Work instructions:
Go through the data below and retype all of it exactly.

Material shown:
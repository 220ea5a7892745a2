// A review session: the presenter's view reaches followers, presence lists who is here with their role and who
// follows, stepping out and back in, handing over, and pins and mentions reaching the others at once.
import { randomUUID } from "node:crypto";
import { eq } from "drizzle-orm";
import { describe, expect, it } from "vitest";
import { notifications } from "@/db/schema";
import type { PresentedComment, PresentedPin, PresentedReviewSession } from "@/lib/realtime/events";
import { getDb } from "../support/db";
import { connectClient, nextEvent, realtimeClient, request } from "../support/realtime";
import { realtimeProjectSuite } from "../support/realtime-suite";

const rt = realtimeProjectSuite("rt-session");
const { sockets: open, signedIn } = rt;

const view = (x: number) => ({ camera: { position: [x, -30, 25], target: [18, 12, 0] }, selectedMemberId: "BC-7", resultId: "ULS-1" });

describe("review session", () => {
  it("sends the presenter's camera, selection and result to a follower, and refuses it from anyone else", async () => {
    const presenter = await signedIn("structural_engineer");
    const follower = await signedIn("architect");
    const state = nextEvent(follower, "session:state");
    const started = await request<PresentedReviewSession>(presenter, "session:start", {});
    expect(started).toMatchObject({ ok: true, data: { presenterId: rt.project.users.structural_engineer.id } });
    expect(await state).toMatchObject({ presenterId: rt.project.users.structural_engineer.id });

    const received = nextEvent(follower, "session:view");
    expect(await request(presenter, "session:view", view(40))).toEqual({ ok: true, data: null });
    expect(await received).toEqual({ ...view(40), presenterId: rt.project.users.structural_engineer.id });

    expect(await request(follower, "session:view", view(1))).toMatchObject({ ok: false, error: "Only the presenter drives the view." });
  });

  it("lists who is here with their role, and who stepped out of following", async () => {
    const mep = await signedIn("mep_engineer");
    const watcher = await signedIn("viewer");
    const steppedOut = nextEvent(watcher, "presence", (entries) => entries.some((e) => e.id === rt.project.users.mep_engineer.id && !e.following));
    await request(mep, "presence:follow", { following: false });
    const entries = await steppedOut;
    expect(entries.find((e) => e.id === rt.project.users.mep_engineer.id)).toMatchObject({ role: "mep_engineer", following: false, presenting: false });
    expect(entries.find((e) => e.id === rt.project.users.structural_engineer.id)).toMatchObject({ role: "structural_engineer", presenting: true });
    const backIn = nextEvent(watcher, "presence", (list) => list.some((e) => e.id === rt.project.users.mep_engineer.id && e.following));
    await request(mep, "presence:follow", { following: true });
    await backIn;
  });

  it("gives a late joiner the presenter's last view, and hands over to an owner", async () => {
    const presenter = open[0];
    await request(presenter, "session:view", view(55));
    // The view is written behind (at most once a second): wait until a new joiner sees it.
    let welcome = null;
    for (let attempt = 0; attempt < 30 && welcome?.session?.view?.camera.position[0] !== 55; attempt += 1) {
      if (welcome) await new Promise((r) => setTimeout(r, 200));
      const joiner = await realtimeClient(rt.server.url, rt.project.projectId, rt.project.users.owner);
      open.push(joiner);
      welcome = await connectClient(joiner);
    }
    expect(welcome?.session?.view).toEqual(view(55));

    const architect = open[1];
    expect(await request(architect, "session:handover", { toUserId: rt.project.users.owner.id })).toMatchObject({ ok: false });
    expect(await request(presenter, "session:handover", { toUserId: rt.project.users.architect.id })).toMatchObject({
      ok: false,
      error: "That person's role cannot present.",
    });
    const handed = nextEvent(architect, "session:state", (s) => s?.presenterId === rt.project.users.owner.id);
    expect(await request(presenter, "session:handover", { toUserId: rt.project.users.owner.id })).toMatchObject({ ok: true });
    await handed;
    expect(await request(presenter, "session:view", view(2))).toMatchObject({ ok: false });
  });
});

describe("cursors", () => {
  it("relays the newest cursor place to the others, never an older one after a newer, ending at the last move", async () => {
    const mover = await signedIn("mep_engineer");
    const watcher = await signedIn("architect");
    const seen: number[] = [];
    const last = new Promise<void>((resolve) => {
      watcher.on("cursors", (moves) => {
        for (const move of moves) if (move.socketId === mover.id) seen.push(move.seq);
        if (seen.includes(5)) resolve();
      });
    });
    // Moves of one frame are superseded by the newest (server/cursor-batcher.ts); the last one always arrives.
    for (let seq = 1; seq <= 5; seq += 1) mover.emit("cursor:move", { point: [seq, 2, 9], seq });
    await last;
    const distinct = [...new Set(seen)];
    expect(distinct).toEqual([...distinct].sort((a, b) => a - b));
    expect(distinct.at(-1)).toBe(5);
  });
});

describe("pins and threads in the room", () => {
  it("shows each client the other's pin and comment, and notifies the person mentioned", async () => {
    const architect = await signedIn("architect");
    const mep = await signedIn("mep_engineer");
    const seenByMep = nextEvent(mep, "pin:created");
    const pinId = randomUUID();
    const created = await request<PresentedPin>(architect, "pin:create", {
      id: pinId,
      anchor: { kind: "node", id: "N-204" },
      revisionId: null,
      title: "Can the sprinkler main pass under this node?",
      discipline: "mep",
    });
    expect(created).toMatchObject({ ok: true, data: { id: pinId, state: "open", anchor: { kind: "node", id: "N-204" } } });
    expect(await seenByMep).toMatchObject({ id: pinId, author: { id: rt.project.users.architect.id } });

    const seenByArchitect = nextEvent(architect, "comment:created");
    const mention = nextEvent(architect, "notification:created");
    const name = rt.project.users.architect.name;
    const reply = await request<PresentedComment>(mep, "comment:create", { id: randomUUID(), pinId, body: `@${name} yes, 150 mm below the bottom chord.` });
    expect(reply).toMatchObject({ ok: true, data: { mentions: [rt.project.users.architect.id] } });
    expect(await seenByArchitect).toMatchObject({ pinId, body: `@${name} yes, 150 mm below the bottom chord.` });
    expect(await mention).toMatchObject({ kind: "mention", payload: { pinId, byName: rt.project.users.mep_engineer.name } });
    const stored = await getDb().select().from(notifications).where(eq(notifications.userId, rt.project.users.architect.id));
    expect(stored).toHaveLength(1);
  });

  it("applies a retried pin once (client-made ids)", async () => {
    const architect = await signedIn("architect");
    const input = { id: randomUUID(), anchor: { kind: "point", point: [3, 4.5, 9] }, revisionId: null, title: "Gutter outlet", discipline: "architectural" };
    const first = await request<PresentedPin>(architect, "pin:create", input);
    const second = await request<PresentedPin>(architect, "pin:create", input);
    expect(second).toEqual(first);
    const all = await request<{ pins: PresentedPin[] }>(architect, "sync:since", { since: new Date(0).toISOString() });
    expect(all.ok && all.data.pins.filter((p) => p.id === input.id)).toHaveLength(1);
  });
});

Exercise answer:
repository 220ea5a7892745a2
// A review session: the presenter's view reaches followers, presence lists who is here with their role and who
// follows, stepping out and back in, handing over, and pins and mentions reaching the others at once.
import { randomUUID } from "node:crypto";
import { eq } from "drizzle-orm";
import { describe, expect, it } from "vitest";
import { notifications } from "@/db/schema";
import type { PresentedComment, PresentedPin, PresentedReviewSession } from "@/lib/realtime/events";
import { getDb } from "../support/db";
import { connectClient, nextEvent, realtimeClient, request } from "../support/realtime";
import { realtimeProjectSuite } from "../support/realtime-suite";

const rt = realtimeProjectSuite("rt-session");
const { sockets: open, signedIn } = rt;

const view = (x: number) => ({ camera: { position: [x, -30, 25], target: [18, 12, 0] }, selectedMemberId: "BC-7", resultId: "ULS-1" });

describe("review session", () => {
  it("sends the presenter's camera, selection and result to a follower, and refuses it from anyone else", async () => {
    const presenter = await signedIn("structural_engineer");
    const follower = await signedIn("architect");
    const state = nextEvent(follower, "session:state");
    const started = await request<PresentedReviewSession>(presenter, "session:start", {});
    expect(started).toMatchObject({ ok: true, data: { presenterId: rt.project.users.structural_engineer.id } });
    expect(await state).toMatchObject({ presenterId: rt.project.users.structural_engineer.id });

    const received = nextEvent(follower, "session:view");
    expect(await request(presenter, "session:view", view(40))).toEqual({ ok: true, data: null });
    expect(await received).toEqual({ ...view(40), presenterId: rt.project.users.structural_engineer.id });

    expect(await request(follower, "session:view", view(1))).toMatchObject({ ok: false, error: "Only the presenter drives the view." });
  });

  it("lists who is here with their role, and who stepped out of following", async () => {
    const mep = await signedIn("mep_engineer");
    const watcher = await signedIn("viewer");
    const steppedOut = nextEvent(watcher, "presence", (entries) => entries.some((e) => e.id === rt.project.users.mep_engineer.id && !e.following));
    await request(mep, "presence:follow", { following: false });
    const entries = await steppedOut;
    expect(entries.find((e) => e.id === rt.project.users.mep_engineer.id)).toMatchObject({ role: "mep_engineer", following: false, presenting: false });
    expect(entries.find((e) => e.id === rt.project.users.structural_engineer.id)).toMatchObject({ role: "structural_engineer", presenting: true });
    const backIn = nextEvent(watcher, "presence", (list) => list.some((e) => e.id === rt.project.users.mep_engineer.id && e.following));
    await request(mep, "presence:follow", { following: true });
    await backIn;
  });

  it("gives a late joiner the presenter's last view, and hands over to an owner", async () => {
    const presenter = open[0];
    await request(presenter, "session:view", view(55));
    // The view is written behind (at most once a second): wait until a new joiner sees it.
    let welcome = null;
    for (let attempt = 0; attempt < 30 && welcome?.session?.view?.camera.position[0] !== 55; attempt += 1) {
      if (welcome) await new Promise((r) => setTimeout(r, 200));
      const joiner = await realtimeClient(rt.server.url, rt.project.projectId, rt.project.users.owner);
      open.push(joiner);
      welcome = await connectClient(joiner);
    }
    expect(welcome?.session?.view).toEqual(view(55));

    const architect = open[1];
    expect(await request(architect, "session:handover", { toUserId: rt.project.users.owner.id })).toMatchObject({ ok: false });
    expect(await request(presenter, "session:handover", { toUserId: rt.project.users.architect.id })).toMatchObject({
      ok: false,
      error: "That person's role cannot present.",
    });
    const handed = nextEvent(architect, "session:state", (s) => s?.presenterId === rt.project.users.owner.id);
    expect(await request(presenter, "session:handover", { toUserId: rt.project.users.owner.id })).toMatchObject({ ok: true });
    await handed;
    expect(await request(presenter, "session:view", view(2))).toMatchObject({ ok: false });
  });
});

describe("cursors", () => {
  it("relays the newest cursor place to the others, never an older one after a newer, ending at the last move", async () => {
    const mover = await signedIn("mep_engineer");
    const watcher = await signedIn("architect");
    const seen: number[] = [];
    const last = new Promise<void>((resolve) => {
      watcher.on("cursors", (moves) => {
        for (const move of moves) if (move.socketId === mover.id) seen.push(move.seq);
        if (seen.includes(5)) resolve();
      });
    });
    // Moves of one frame are superseded by the newest (server/cursor-batcher.ts); the last one always arrives.
    for (let seq = 1; seq <= 5; seq += 1) mover.emit("cursor:move", { point: [seq, 2, 9], seq });
    await last;
    const distinct = [...new Set(seen)];
    expect(distinct).toEqual([...distinct].sort((a, b) => a - b));
    expect(distinct.at(-1)).toBe(5);
  });
});

describe("pins and threads in the room", () => {
  it("shows each client the other's pin and comment, and notifies the person mentioned", async () => {
    const architect = await signedIn("architect");
    const mep = await signedIn("mep_engineer");
    const seenByMep = nextEvent(mep, "pin:created");
    const pinId = randomUUID();
    const created = await request<PresentedPin>(architect, "pin:create", {
      id: pinId,
      anchor: { kind: "node", id: "N-204" },
      revisionId: null,
      title: "Can the sprinkler main pass under this node?",
      discipline: "mep",
    });
    expect(created).toMatchObject({ ok: true, data: { id: pinId, state: "open", anchor: { kind: "node", id: "N-204" } } });
    expect(await seenByMep).toMatchObject({ id: pinId, author: { id: rt.project.users.architect.id } });

    const seenByArchitect = nextEvent(architect, "comment:created");
    const mention = nextEvent(architect, "notification:created");
    const name = rt.project.users.architect.name;
    const reply = await request<PresentedComment>(mep, "comment:create", { id: randomUUID(), pinId, body: `@${name} yes, 150 mm below the bottom chord.` });
    expect(reply).toMatchObject({ ok: true, data: { mentions: [rt.project.users.architect.id] } });
    expect(await seenByArchitect).toMatchObject({ pinId, body: `@${name} yes, 150 mm below the bottom chord.` });
    expect(await mention).toMatchObject({ kind: "mention", payload: { pinId, byName: rt.project.users.mep_engineer.name } });
    const stored = await getDb().select().from(notifications).where(eq(notifications.userId, rt.project.users.architect.id));
    expect(stored).toHaveLength(1);
  });

  it("applies a retried pin once (client-made ids)", async () => {
    const architect = await signedIn("architect");
    const input = { id: randomUUID(), anchor: { kind: "point", point: [3, 4.5, 9] }, revisionId: null, title: "Gutter outlet", discipline: "architectural" };
    const first = await request<PresentedPin>(architect, "pin:create", input);
    const second = await request<PresentedPin>(architect, "pin:create", input);
    expect(second).toEqual(first);
    const all = await request<{ pins: PresentedPin[] }>(architect, "sync:since", { since: new Date(0).toISOString() });
    expect(all.ok && all.data.pins.filter((p) => p.id === input.id)).toHaveLength(1);
  });
});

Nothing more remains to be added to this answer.